─── Records shown
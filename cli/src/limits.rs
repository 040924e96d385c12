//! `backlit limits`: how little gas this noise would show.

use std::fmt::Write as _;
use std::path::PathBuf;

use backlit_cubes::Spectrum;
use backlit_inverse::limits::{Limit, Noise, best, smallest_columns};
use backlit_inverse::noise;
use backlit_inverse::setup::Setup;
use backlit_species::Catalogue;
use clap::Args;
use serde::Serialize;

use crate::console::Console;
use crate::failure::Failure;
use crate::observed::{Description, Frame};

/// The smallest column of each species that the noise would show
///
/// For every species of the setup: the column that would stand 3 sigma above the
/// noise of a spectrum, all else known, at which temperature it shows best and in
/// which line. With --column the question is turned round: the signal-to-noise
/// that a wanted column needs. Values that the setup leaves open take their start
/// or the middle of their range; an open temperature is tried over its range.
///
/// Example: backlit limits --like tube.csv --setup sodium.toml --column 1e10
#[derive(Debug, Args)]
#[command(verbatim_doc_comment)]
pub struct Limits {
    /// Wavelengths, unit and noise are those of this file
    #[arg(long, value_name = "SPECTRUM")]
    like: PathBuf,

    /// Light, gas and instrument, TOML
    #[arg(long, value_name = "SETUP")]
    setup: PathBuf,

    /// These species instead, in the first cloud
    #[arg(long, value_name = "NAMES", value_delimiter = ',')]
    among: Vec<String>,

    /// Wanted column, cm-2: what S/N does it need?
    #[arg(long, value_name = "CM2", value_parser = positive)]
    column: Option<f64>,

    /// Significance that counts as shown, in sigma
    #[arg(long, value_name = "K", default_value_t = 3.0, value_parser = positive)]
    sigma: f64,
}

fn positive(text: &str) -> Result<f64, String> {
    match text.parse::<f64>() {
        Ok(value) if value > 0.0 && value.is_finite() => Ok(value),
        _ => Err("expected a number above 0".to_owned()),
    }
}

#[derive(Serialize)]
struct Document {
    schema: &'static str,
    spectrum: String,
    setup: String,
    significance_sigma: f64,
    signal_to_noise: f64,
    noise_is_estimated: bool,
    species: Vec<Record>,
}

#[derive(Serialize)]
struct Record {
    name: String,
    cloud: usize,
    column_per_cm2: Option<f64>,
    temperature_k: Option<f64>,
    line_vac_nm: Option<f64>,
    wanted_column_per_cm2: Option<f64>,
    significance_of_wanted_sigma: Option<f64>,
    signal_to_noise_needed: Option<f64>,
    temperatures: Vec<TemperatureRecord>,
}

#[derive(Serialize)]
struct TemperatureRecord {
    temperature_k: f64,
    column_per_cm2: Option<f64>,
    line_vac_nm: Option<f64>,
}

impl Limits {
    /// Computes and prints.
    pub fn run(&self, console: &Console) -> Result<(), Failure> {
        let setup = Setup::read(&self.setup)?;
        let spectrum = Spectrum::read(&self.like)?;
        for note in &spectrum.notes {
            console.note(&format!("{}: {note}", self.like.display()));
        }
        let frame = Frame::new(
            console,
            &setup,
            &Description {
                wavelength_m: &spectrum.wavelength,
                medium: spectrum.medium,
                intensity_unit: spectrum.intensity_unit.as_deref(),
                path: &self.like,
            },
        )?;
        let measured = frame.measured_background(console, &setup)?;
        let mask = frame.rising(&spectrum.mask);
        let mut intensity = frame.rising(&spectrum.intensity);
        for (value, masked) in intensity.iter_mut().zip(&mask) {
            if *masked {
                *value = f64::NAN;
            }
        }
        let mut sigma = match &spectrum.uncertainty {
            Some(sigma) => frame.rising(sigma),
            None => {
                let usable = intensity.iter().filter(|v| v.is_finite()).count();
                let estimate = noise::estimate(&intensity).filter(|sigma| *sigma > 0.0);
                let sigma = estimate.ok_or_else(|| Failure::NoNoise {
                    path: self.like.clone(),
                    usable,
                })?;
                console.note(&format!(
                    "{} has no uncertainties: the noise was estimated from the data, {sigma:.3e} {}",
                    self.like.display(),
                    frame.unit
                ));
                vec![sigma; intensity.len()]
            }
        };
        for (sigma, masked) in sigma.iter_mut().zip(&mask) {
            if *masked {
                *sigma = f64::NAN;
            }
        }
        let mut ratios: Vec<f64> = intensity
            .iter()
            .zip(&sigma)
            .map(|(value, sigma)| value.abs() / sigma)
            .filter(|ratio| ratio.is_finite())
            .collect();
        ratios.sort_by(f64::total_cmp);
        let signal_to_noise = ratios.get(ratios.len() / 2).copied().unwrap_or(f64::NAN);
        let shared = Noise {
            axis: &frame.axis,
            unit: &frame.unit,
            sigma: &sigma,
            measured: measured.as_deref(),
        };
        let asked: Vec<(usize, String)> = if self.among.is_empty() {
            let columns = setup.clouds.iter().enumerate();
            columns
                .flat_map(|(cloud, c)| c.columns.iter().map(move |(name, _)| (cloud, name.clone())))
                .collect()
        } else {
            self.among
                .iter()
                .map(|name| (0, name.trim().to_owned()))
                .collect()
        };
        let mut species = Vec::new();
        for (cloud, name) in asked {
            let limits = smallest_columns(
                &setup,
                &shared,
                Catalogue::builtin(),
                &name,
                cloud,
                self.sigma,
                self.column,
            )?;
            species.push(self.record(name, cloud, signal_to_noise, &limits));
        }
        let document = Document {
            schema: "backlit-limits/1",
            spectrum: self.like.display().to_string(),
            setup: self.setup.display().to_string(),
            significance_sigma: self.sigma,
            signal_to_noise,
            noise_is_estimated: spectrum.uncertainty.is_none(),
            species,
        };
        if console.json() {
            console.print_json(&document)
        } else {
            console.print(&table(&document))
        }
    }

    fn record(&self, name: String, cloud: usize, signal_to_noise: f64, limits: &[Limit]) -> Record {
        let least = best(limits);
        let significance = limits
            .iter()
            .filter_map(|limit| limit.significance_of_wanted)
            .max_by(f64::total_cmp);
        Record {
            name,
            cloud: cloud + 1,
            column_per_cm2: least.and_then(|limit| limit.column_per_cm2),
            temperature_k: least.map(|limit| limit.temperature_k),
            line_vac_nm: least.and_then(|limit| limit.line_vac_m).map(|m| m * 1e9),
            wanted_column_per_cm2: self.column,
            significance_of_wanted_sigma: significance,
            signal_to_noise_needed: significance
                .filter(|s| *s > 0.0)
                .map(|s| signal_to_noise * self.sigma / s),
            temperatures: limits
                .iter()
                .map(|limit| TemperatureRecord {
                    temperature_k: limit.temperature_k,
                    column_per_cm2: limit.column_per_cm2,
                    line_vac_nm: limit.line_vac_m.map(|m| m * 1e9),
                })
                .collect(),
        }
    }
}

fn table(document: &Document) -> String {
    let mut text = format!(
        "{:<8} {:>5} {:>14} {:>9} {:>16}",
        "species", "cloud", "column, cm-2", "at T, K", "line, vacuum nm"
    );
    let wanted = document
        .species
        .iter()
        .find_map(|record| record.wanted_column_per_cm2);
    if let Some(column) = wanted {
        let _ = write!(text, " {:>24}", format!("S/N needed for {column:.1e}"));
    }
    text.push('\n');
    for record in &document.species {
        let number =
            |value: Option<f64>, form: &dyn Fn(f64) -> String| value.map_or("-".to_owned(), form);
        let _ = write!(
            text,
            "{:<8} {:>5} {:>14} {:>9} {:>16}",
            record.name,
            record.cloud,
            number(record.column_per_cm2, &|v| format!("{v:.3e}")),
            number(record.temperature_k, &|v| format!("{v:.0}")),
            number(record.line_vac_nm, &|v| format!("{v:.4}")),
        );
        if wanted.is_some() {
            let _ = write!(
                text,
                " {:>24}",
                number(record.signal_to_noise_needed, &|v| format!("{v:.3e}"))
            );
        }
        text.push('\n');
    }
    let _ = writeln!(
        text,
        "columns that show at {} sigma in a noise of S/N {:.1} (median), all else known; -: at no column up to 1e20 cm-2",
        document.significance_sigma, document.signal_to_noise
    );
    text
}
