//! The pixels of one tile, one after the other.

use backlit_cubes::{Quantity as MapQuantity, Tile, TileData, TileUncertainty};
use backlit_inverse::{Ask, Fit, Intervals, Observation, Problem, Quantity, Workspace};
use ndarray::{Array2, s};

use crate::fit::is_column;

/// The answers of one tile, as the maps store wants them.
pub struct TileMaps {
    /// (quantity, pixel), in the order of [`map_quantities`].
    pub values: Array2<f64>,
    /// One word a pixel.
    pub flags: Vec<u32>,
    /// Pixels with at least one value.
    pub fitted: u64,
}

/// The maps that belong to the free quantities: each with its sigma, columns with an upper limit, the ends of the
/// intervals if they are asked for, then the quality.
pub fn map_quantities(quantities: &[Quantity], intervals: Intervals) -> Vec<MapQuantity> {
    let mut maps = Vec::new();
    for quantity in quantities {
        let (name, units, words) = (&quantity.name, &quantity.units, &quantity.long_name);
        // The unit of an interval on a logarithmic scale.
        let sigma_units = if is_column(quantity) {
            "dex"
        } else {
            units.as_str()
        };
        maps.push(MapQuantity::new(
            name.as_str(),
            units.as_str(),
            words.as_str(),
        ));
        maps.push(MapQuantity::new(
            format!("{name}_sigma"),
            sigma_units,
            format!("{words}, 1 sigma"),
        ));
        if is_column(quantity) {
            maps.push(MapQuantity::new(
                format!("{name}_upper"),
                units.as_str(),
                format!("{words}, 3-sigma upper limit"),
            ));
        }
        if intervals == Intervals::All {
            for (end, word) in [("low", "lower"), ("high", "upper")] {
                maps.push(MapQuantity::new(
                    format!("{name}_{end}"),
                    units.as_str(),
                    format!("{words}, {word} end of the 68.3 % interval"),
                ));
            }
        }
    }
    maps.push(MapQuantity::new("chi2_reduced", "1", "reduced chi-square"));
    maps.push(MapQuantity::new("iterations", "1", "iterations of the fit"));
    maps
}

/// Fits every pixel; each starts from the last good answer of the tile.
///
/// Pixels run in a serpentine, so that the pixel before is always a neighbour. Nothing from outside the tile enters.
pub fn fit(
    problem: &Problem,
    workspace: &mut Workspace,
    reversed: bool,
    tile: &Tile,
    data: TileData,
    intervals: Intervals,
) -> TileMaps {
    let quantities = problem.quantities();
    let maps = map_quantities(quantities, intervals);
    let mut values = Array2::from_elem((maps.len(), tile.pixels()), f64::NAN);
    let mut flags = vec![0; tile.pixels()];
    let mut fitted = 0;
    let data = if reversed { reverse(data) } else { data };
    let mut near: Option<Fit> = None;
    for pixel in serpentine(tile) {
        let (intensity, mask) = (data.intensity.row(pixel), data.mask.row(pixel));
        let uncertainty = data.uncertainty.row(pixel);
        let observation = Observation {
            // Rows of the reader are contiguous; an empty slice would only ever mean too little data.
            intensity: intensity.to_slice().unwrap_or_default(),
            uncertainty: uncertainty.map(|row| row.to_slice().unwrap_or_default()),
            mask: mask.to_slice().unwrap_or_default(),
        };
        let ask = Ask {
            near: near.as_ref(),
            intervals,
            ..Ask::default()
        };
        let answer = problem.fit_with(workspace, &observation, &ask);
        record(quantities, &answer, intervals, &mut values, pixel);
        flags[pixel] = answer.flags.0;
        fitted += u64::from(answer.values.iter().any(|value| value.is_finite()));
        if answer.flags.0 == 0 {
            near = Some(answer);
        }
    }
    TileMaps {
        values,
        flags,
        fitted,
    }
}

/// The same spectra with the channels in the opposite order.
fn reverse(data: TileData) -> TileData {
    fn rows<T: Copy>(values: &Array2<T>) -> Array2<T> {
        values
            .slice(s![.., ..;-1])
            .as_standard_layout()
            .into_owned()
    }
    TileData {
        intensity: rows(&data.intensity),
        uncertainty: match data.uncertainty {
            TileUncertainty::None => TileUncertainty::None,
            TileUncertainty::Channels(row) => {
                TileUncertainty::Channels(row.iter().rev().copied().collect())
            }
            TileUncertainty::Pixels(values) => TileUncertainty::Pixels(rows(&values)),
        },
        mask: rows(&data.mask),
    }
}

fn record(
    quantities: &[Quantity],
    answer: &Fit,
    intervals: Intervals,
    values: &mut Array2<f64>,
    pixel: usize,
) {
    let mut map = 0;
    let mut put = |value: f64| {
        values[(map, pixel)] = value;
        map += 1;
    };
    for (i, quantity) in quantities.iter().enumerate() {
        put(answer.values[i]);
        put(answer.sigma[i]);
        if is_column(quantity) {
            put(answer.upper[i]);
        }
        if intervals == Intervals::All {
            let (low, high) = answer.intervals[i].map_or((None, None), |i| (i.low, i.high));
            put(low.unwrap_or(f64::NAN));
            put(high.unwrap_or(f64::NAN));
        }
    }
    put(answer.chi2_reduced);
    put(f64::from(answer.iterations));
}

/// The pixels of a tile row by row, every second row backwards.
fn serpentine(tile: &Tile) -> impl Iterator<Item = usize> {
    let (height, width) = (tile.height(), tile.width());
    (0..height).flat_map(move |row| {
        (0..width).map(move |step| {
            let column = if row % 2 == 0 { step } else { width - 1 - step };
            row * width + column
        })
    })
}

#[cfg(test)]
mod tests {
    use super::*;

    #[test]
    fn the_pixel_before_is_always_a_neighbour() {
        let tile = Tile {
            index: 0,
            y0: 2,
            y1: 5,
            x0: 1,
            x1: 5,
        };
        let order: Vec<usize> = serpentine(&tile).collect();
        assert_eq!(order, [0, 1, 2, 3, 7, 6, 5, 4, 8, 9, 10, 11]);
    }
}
──────
_Your assignment_
One stretch of the lines above is wanted, from the line that contains "let mut values" through the line that contains "the opposite order.". Output it exactly.

_Exercise response_
    let mut values = Array2::from_elem((maps.len(), tile.pixels()), f64::NAN);
    let mut flags = vec![0; tile.pixels()];
    let mut fitted = 0;
    let data = if reversed { reverse(data) } else { data };
    let mut near: Option<Fit> = None;
    for pixel in serpentine(tile) {
        let (intensity, mask) = (data.intensity.row(pixel), data.mask.row(pixel));
        let uncertainty = data.uncertainty.row(pixel);
        let observation = Observation {
            // Rows of the reader are contiguous; an empty slice would only ever mean too little data.
            intensity: intensity.to_slice().unwrap_or_default(),
            uncertainty: uncertainty.map(|row| row.to_slice().unwrap_or_default()),
            mask: mask.to_slice().unwrap_or_default(),
        };
        let ask = Ask {
            near: near.as_ref(),
            intervals,
            ..Ask::default()
        };
        let answer = problem.fit_with(workspace, &observation, &ask);
        record(quantities, &answer, intervals, &mut values, pixel);
        flags[pixel] = answer.flags.0;
        fitted += u64::from(answer.values.iter().any(|value| value.is_finite()));
        if answer.flags.0 == 0 {
            near = Some(answer);
        }
    }
    TileMaps {
        values,
        flags,
        fitted,
    }
}

/// The same spectra with the channels in the opposite order.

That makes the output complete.